Wednesday, September 21, 2011

SOCIAL MEDIA LESSON FOR BUSINESS


Social media has since become a way for us to improve our customer service—not merely a vehicle for us to talk about it n 2008 we started on Twiter but many of the solutions our customers were looking for needed more than 140 characters. In 2009 we launched our
Facebook page and a year later started a DIY (do it yourself) community online.

One of our more important decisions was to use store associates in much of our social interaction. They are the ones with the project and product expertise customers need. It was the right choice.

Here are five lessons we’ve learned about social media from our own still-evolving experience.

You can’t control the conversation. You have to learn to be comfortable being uncomfortable. You’re going to see and hear things about your brand that you might not like in a public forum. You can let people have the microphone exclusively, or you can be part of a conversation where you address their concerns. We shouldn’t just broadcast a message. It has to be a genuine dialogue.

On the plus side, the positive things people say about your brand are amplified as well. Customers will use your Facebook page to compliment a store or an associate, and that positive messaging about your brand has much more impact and credibility than anything the company itself could say to its Facebook fans.

Be authentic. Don’t try to make yourself a different kind of company online than you are offline. Social media will expose the real nature of your corporate culture. If you try to be something you’re not, it will be apparent—and you will get called out.

For example, don’t try to be hip or edgy in your social strategy if that’s not what you really are as a company and culture. Your social activity should reflect reality. Welcoming constructive criticism and feedback will make for authenticity and transparency.

Likewise, encourage associates who use social media on the job to write the way they speak. They shouldn’t be afraid to say “hey,” to keep it informal and conversational, and to use their real names.

It’s about people. To really engage your audience, strike a balance between making the communication about people as well as your products. We’ve found that the level of engagement and impressions created are significantly higher for our human interest content. We got positive reaction from a story about one of our team members building a wheelchair ramp for a veteran.

One of our stores adopted an abandoned kitten they found there; every week, associates posted about the cat’s progress on Facebook. Someone else created a page around the ubiquitous orange Homer buckets we sell—and where they’re spotted. These types of posts will draw people to your brand and make them realize you’re not just a faceless monolith.

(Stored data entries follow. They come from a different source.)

def read_network(study: StudyConfig, net: NetworkConfig) -> CleanNetwork:
    """Read, check and clean one network; raise DataError listing every error found."""
    checks = DataChecks()
    data_name = study.relative(net.data_file)
    node_frame = None
    node_lines: dict[str, int] = {}
    nodes_name = study.relative(net.nodes) if net.nodes is not None else data_name
    if net.nodes is not None:
        node_frame, node_lines = _read_node_list(net, net.nodes, nodes_name, checks)
    if isinstance(net.data, EdgeListSource):
        ties = _read_edge_list(net, net.data, data_name, checks)
        weighted = net.data.weight is not None
        listed = [t.source for t in ties] + [t.target for t in ties]
    else:
        ties, listed, weighted = _read_matrix(net, net.data, data_name, checks)
    checks.raise_if_errors()
    if node_frame is not None:
        _refuse_extra_header_rows(node_frame, node_lines, set(listed), net, nodes_name, checks)
    if not ties and node_frame is None:
        raise DataError(Finding("error", data_name, "holds no ties and there is no node list, so "
                                "the network would be empty"))

    known = set(node_frame.index) if node_frame is not None else set()
    unknown: dict[str, int] = {}
    for tie in ties:
        for node in (tie.source, tie.target):
            if node_frame is not None and node not in known and node not in unknown:
                unknown[node] = tie.line
    if len(unknown) == 1:
        ((node, line),) = unknown.items()
        checks.add(Finding("fix", data_name, f"node {node!r} appears in ties but not in the node "
                           f"list {nodes_name}; added with no attributes",
                           line=line, value=node))
    elif unknown:
        first = list(unknown.items())[:MAX_LINES_LISTED]
        shown = ", ".join(f"{n!r} (line {line})" for n, line in first)
        checks.add(Finding("fix", data_name, f"{len(unknown)} nodes appear in ties but not in the "
                           f"node list {nodes_name}; added with no attributes: "
                           f"{shown}", value=next(iter(unknown)), count=len(unknown)))

    all_ids = sorted(known | set(listed), key=natural_key)
    _warn_ids_equal_but_for_case(all_ids, study.relative(net.nodes) if net.nodes else data_name,
                                 checks)
    order = {node: i for i, node in enumerate(all_ids)}
    edges = _clean_ties(ties, net, data_name, order, weighted, checks)

    if node_frame is None:
        node_frame = pd.DataFrame(index=pd.Index(all_ids, name="id"))
    node_frame = node_frame.reindex(pd.Index(all_ids, name="id"))
    label_column = net.label
    if label_column is None and "label" in node_frame.columns:
        label_column = "label"  # a column called label is the natural display column
    node_frame = _rename_reserved_columns(node_frame, label_column, study.relative(net.nodes)
                                          if net.nodes else data_name, checks)
    attrs = _typed_attributes(node_frame, net.decimal)
    if net.categorical or net.numeric:
        attrs = _declared_types(attrs, node_frame, net, nodes_name, node_lines, label_column,
                                checks)
    # Labels stay exactly as written ("007" is not a number); empty or missing labels show the id.
    if label_column == net.node_id:
        labels = pd.Series(attrs.index, index=attrs.index, dtype="string")
    elif label_column:
        labels = node_frame[label_column].astype("string").str.strip().replace({"": pd.NA})
    else:
        labels = pd.Series(pd.NA, index=attrs.index, dtype="string")
    labels = labels.fillna(pd.Series(attrs.index, index=attrs.index, dtype="string"))
    attribute_names = tuple(c for c in attrs.columns if c != label_column)
    nodes = pd.concat([labels.rename("label"), attrs[list(attribute_names)]], axis=1)

    touched = set(edges["source"]) | set(edges["target"])
    isolates = [n for n in all_ids if n not in touched]
    if isolates:
        checks.add(Finding("note", data_name, f"{count_of(len(isolates), 'isolate')} with no "
                           f"ties, kept in the network: {', '.join(isolates[:MAX_LINES_LISTED])}",
                           count=len(isolates)))
    _check_display_settings(net, attribute_names, study)
    files = tuple(p for p in (net.data_file, net.nodes) if p is not None)
    return CleanNetwork(net, nodes, edges, weighted, attribute_names, checks, files,
                        len(known) if net.nodes is not None else None)


# Columns of nodes.csv that netfolio writes itself; a node attribute may not take these names.
RESERVED_COLUMNS = ("id", "label", *MEASURE_NAMES)


def _rename_reserved_columns(frame: pd.DataFrame, label_column: str | None, name: str,
                             checks: DataChecks) -> pd.DataFrame:
    """An attribute called e.g. "degree" would collide with the measure in nodes.csv; keep it
    under "degree_attribute" and say so."""
    renames: dict[str, str] = {}
    for column in frame.columns:
        if column in RESERVED_COLUMNS and column != label_column:
            new = f"{column}_attribute"
            while new in frame.columns or new in renames.values():
                new += "_"
            renames[column] = new
            checks.add(Finding("fix", name, f"node attribute {column!r} shares its name with a "
                               f"column netfolio writes; it is kept as {new!r}", line=1,
                               column=column))
    return frame.rename(columns=renames) if renames else frame


def _check_display_settings(net: NetworkConfig, attributes: tuple[str, ...], study: StudyConfig) -> None:
    if net.color_by is not None and net.color_by != "community" and net.color_by not in attributes:
        where = study.relative(net.nodes) if net.nodes else "the network (it has no node list)"
        choices = ", ".join(("community",) + attributes)
        raise DataError(Finding("error", where, f"color_by = {net.color_by!r} in study.toml names no "
                                f"node attribute; use one of: {choices}", column=net.color_by))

Your people need hands-on expertise in what customers care about. We decided to use real store associates for most of our DIY content in our online community, as well as on Facebook and Twitter. We can teach store associates about social media (though, in many cases, they’ve taught us a lot), but we can’t give anyone else the knowledge and expertise our associates have about products and projects. That’s what our customers are looking to us for. Just as we are trying to mirror our culture online, we are striving to give customers the same experience they would have if they came into a store.

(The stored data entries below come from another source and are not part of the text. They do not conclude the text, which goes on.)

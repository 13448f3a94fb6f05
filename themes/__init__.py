"""Site themes shipped with netfolio; each folder holds templates/ and static/."""
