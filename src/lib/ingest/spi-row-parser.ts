import { toCubicMicrometres, toMicrometres } from '../units';
import {
	createBoardAccumulator,
	type BoardAccumulator,
	type BoardAggregate
} from './board-accumulator';
import { FIELD_RANGES, MAX_TEXT_LENGTH, type CanonicalField } from './canonical-fields';
import { detectDelimiter, type Delimiter } from './detect-delimiter';
import { createIssueCollector, DEFAULT_ISSUE_LIMIT, type IngestIssue } from './ingest-issue';
import type { MappingProfile } from './mapping-profile';
import { parseDecimal, parseDecimalBytes } from './parse-decimal';
import {
	DEFAULT_SPI_PARSE_LIMITS,
	formatByteLimit,
	SPI_PARSE_LIMIT_ENV,
	type SpiParseLimits
} from './parse-limits';
import { createTimestampParser } from './parse-timestamp';
import { isValidTimeZone } from './zoned-time-to-utc';
import { resolveHeader, type ResolvedHeader } from './resolve-header';
import { compileSerialPattern, serialFromText } from './serial-pattern';
import { scanFieldBounds, splitQuotedLine } from './split-delimited-line';
import {
	boardInspectionKey,
	createSpiRowBatch,
	trimSpiRowBatch,
	type BoardHeader,
	type SpiRowBatch
} from './spi-row-batch';

/** Options of `createSpiRowParser`. */
export interface SpiRowParserOptions {
	profile: MappingProfile;
	/** Name of the uploaded/watched file (base name used for `serialFromFileName`). */
	fileName: string;
	/** Rows per emitted batch (default 8192). */
	batchSize?: number;
	/** Kept errors and warnings, each (default 100); all are counted. */
	issueLimit?: number;
	/** Budgets of the file (line length, columns, boards); `DEFAULT_SPI_PARSE_LIMITS` where absent. */
	limits?: Partial<SpiParseLimits>;
}

/** A board inspection with its figures over the accepted rows. */
export interface BoardInspection extends BoardHeader {
	aggregate: BoardAggregate;
}

/** Outcome of a whole file. */
export interface SpiParseSummary {
	/** True when the file may be committed: no file-level error, ≥ 1 accepted row, and either
	 * no row errors or the profile skips bad rows. */
	ok: boolean;
	fileName: string;
	/** Delimiter used (detected or from the profile); null when no header was read. */
	delimiter: Delimiter | null;
	/** Header as written (trimmed). */
	header: string[];
	/** Non-blank lines after the header (records). */
	dataRows: number;
	/** Rows that passed every check (imported only when `ok`). */
	rowsAccepted: number;
	/** Rows with at least one error. `rowsAccepted + rowsRejected = dataRows` unless a
	 * file-level error stopped reading. */
	rowsRejected: number;
	/** Total errors found; `errors` keeps the first `issueLimit`. */
	errorCount: number;
	errors: IngestIssue[];
	warningCount: number;
	warnings: IngestIssue[];
	/** Boards with aggregates, in order of first appearance (empty when the file is rejected). */
	boards: BoardInspection[];
}

/** A push-driven parser for one file. */
export interface SpiRowParser {
	/** Feed the next piece of the file (bytes or text); returns the batches completed by it. */
	push(chunk: Uint8Array | string): SpiRowBatch[];
	/** Signal end of file; returns the last batches. Further pushes are ignored. */
	end(): SpiRowBatch[];
	/** Boards seen so far (append-only list; index = `BoardHeader.index`). */
	boards(): readonly BoardHeader[];
	/** Counts, issues and boards; final after `end()`. */
	summary(): SpiParseSummary;
}

const DEFAULT_BATCH_SIZE = 8192;
// A quoted field may span lines; past this the quote is surely unterminated.
const MAX_RECORD_LINES = 50;
const MAX_RECORD_CHARS = 65536;

const TEXT_CACHE_SIZE = 16384;

/** The 128 one-character ASCII strings, so a one-byte cell costs no allocation. */
const ASCII_CHARS = Array.from({ length: 128 }, (_, code) => String.fromCharCode(code));

/** ASCII bytes `[start, end)` as a string (the byte path has checked they are all < 0x80). */
function asciiText(bytes: Uint8Array, start: number, end: number): string {
	if (end - start === 1) return ASCII_CHARS[bytes[start]];
	return String.fromCharCode.apply(null, bytes.subarray(start, end) as unknown as number[]);
}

The challenge is in making sure that the associates stay connected to the product and the stores, which is why we have them do this only a couple days per week. If we need more content and input online, we won’t add hours to those of the associates we already use. Instead we’ll increase the number of associates who participate. Our reasoning? If associates spend too much time out of the store, their product knowledge degrades. It’s their up-to-the minute, hands-on knowledge that makes their advice so valuable to our customers.

Be patient and flexible. As we launch new initiatives in social media, we realize that things rarely turn out as planned. For example, we originally thought our DIY community would attract more professional contractors and hard-core DIYers, when in fact, it’s really more about direct interaction between everyday DIYers looking for solutions and our associates providing the answers. We love what our associates are doing—and what they are doing for our brand.

The advantage to doing it the way we’ve done it—minimal investment, not hiring people especially for these jobs—is that it gives you a lot of agility. If you make a big investment, you look for big returns. No one in the industry has been able to really home in on a definable ROI for this, so we’re happy to invest modestly, build organically, and tweak the model in line with changing technology and sentiment and shifting demand for new kinds of content.